PravadaNews – Bareskrim Polri telah menetapkan 287 orang warga negara asing sebagai tersangka kasus markas judi online (Judol) di salah satu gedung di Jalan Hayam Wuruk, Jakarta Barat.
Polisi mengungkap markas judol di Hayam Wuruk itu mirip markas judol di Kamboja, menggunakan kripto serta menyamar sebagai perusahaan teknologi.
Kasus ini berawal dari adanya informasi dari masyarakat tentang banyaknya aktivitas warga negara asing yang berlalu-lalang di sebuah bangunan ataupun gedung, yaitu Gedung Hayam Wuruk Plaza Tower.
Direktur Tindak Pidana Umum (Dirtipidum) Bareskrim Polri, Brigjen Wira Satya Triputra menyampaikan, penyelidikan yang dilakukan pihaknya menemukan aktivitas pengoperasian judol lintas negara di lantai 20 dan 21 gedung tersebut.
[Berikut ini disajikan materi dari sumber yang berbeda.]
using Portfolio.Model.Documents;
using Portfolio.Model.Faults;

namespace Portfolio.Model.Rules.WithinProject;

/// <summary>Links to activities of the same project, lags, and exact repeats; links into other projects are checked across parts.</summary>
internal static class LinkRule
{
    public static IEnumerable<Fault> Check(PlacedProject placed)
    {
        var activities = placed.Project.Activities;
        var seen = new HashSet<Link>();
        for (var i = 0; i < activities.Count; i++)
        {
            var links = activities[i].Predecessors;
            seen.Clear();
            for (var k = 0; k < links.Count; k++)
            {
                if (string.IsNullOrEmpty(links[k].Activity)) continue;
                if (One(links[k], seen, placed, i, k) is { } fault) yield return fault;
                if (Math.Abs(links[k].Lag) > Bounds.WorkingDays) yield return Lag(links[k], placed, i, k);
            }
        }
    }

    private static Fault? One(Link link, HashSet<Link> seen, PlacedProject placed, int i, int k)
    {
        var id = placed.Project.Activities[i].Id;
        var (project, activity) = ProjectOutline.Split(link.Activity, placed.Project.Id);
        if (project is null && activity == id) return At(placed, i, k).Fault(RuleCodes.LinkSelf, $"{placed.Name(i)} is linked to itself.");
        if (project is null && !placed.Has(activity))
            return At(placed, i, k).Fault(
                RuleCodes.ActivityUnknown,
                $"{placed.Name(i)} waits for {TextRule.Shown(activity)}, which is no activity of {placed.Project.Id}.");
        return seen.Add(project is null ? link with { Activity = activity } : link)
            ? null
            : At(placed, i, k).Fault(
                RuleCodes.LinkRepeated,
                $"{placed.Name(i)} has the same link to {TextRule.Shown(link.Activity)} twice, with the same type and lag.");
    }

    private static Fault Lag(Link link, PlacedProject placed, int i, int k) =>
        ValueRule.Within(link.Lag, -Bounds.WorkingDays, Bounds.WorkingDays, "lag in working days", RuleCodes.LagRange,
            () => At(placed, i, k).Under("lag"))!;

    private static Place At(PlacedProject placed, int i, int k) => placed.Activity(i).Under("predecessors", k);
}
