using Portfolio.Model.Documents;
using Portfolio.Model.Faults;

namespace Portfolio.Model.Rules.WithinProject;

/// <summary>Chance branches: probabilities, and which activities happen on which branch.</summary>
internal static class ChanceBranchRule
{
    public static IEnumerable<Fault> Check(PlacedProject placed)
    {
        var forks = placed.Project.ChanceBranches;
        if (forks.Count == 0) yield break;
        Place Of(int f) => placed.Here.Under("chanceBranches", f).About($"{placed.Here.Subject}/branches/", forks[f].Id, f);

        foreach (var fault in Ids.Check(forks, f => f.Id, "fork", Of)) yield return fault;
        var branchOf = new Dictionary<string, string>(StringComparer.Ordinal);
        for (var f = 0; f < forks.Count; f++)
        {
            var (fork, at) = (forks[f], Of(f));
            if (TextRule.Name(fork.Name, "name", () => at.Under("name")) is { } name) yield return name;
            foreach (var fault in Ids.Check(fork.Branches, b => b.Id, "branch", b => at.Under("branches", b))) yield return fault;
            foreach (var fault in Probabilities(fork, at)) yield return fault;
            foreach (var fault in Activities(fork, at, branchOf, placed)) yield return fault;
            foreach (var fault in Started(fork, at, placed)) yield return fault;
        }

        if (placed.Project.Activities.Count > 0 && placed.Project.Activities.All(a => a.Id is not null && branchOf.ContainsKey(a.Id)))
            yield return placed.Here.Under("chanceBranches").Fault(
                RuleCodes.BranchNoRest, "Every activity of the project is on a branch; at least one must happen in any case.");
    }

    private static IEnumerable<Fault> Probabilities(ChanceBranches fork, Place at)
    {
        var sound = true;
        for (var b = 0; b < fork.Branches.Count; b++)
        {
            var (branch, place) = (fork.Branches[b], at.Under("branches", b).Under("probability"));
            if (ValueRule.Probability(branch.Probability, $"the branch {branch.Id}", () => place) is not { } fault) continue;
            sound = false;
            yield return fault;
        }

        var sum = fork.Branches.Sum(b => b.Probability);
        if (sound && Math.Abs(sum - 1) > Bounds.ProbabilityTolerance)
            yield return at.Under("branches").Fault(RuleCodes.ProbabilitySum,
                $"The probabilities of the branches add up to {sum}; they must add up to 1.");
    }

    private static IEnumerable<Fault> Activities(ChanceBranches fork, Place at, Dictionary<string, string> branchOf, PlacedProject placed)
    {
        for (var b = 0; b < fork.Branches.Count; b++)
            for (var k = 0; k < fork.Branches[b].Activities.Count; k++)
            {
                if (fork.Branches[b].Activities[k] is not { } id) continue;
                var place = at.Under("branches", b).Under("activities", k);
                if (!placed.Has(id))
                    yield return place.Fault(RuleCodes.ActivityUnknown, $"{TextRule.Shown(id)} is no activity of {placed.Project.Id}.");
                else if (!branchOf.TryAdd(id, $"{fork.Id}/{fork.Branches[b].Id}"))
                    yield return place.Fault(
                        RuleCodes.BranchActivityRepeated, $"{id} is on the branch {branchOf[id]} already; an activity can be "
                        + "on one branch at most.");
            }
    }

    private static IEnumerable<Fault> Started(ChanceBranches fork, Place at, PlacedProject placed)
    {
        string? first = null;
        for (var b = 0; b < fork.Branches.Count; b++)
        {
            if (fork.Branches[b].Activities.FirstOrDefault(id => IsStarted(id, placed)) is not { } started) continue;
            if (first is not null)
                yield return at.Under("branches", b).Fault(
                    RuleCodes.BranchSeveralStarted, $"Work has started on two branches of one fork ({first} and {started}); "
                    + "exactly one branch can happen.");
            first ??= started;
        }
    }

    private static bool IsStarted(string? id, PlacedProject placed) =>
        id is not null && placed.Outline.Find(id) is >= 0 and var i && placed.Project.Activities[i].Started;
}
Menurut Wira, aktivitas di lokasi itu mirip dengan markas judol di Kamboja hingga Myanmar.
“Setelah dilakukan serangkaian penyelidikan dan pendalaman, diperoleh informasi tentang dugaan adanya aktivitas pengoperasionalan perjudian online lintas negara. Hal ini hampir sama di beberapa negara Asia Tenggara lainnya, seperti di Kamboja, Malaysia, maupun Myanmar,” ungkap Wira dalam konferensi pers di gedung Bareskrim Polri, Jakarta dikutip, Minggu (28/6/2026).
Dia menduga sindikat judol tersebut masuk ke Indonesia karena otoritas Myanmar hingga Kamboja mulai penindakan secara masif. Dia menyebutkan ada 321 orang WNA yang diamankan pada saat penggerebekan.
“Mengapa hal ini terjadi? Mengingat di beberapa negara tersebut telah dilakukan penindakan secara masif, sehingga jaringan pelaku daripada judi online tersebut mencoba untuk memindahkan aktivitas operasionalnya di Indonesia,” ujarnya.
Tak sampai di situ, Ditripidum Bareskrim Polri juga menangkap empat warga negara Indonesia (WNI) terkait judi online yang bermarkas di Perkantoran tersebut.
Wira mengatakan, keempat tersangka itu masing-masing berinisial MAP, BT, DFA dan DA.
“Dari hasil pengembangan terhadap kasus, setelah dilakukan langkah penindakan di Hayam Wuruk, tim penyidik berhasil mengembangkan dengan mengamankan empat orang warga negara Indonesia,” kata Wira.
Keempatnya pun kini telah berstatus tersangka. Adapun peran tersangka MAP yakni sebagai admin keuangan. Posisi MAP berada di bawah leader jaringan judol.
“Kami sampaikan, MAP ini turut ditangkap pada saat di Gedung Hayam Wuruk,” ujar Wira.
Sementara itu, tersangka BT berperan membantu proses penyewaan Gedung Hayam Wuruk Plaza yang digunakan untuk operasional perjudian online. Selanjutnya, DFA berperan menyiapkan rekening dan kartu ATM.
Tersangka keempat adalah inisial DA. Ini membantu menyediakan sarana keuangan judi berupa menyiapkan kartu ATM dan membantu penukaran kripto. Kemudian membantu mengurus izin tinggal daripada warga negara asing tersebut.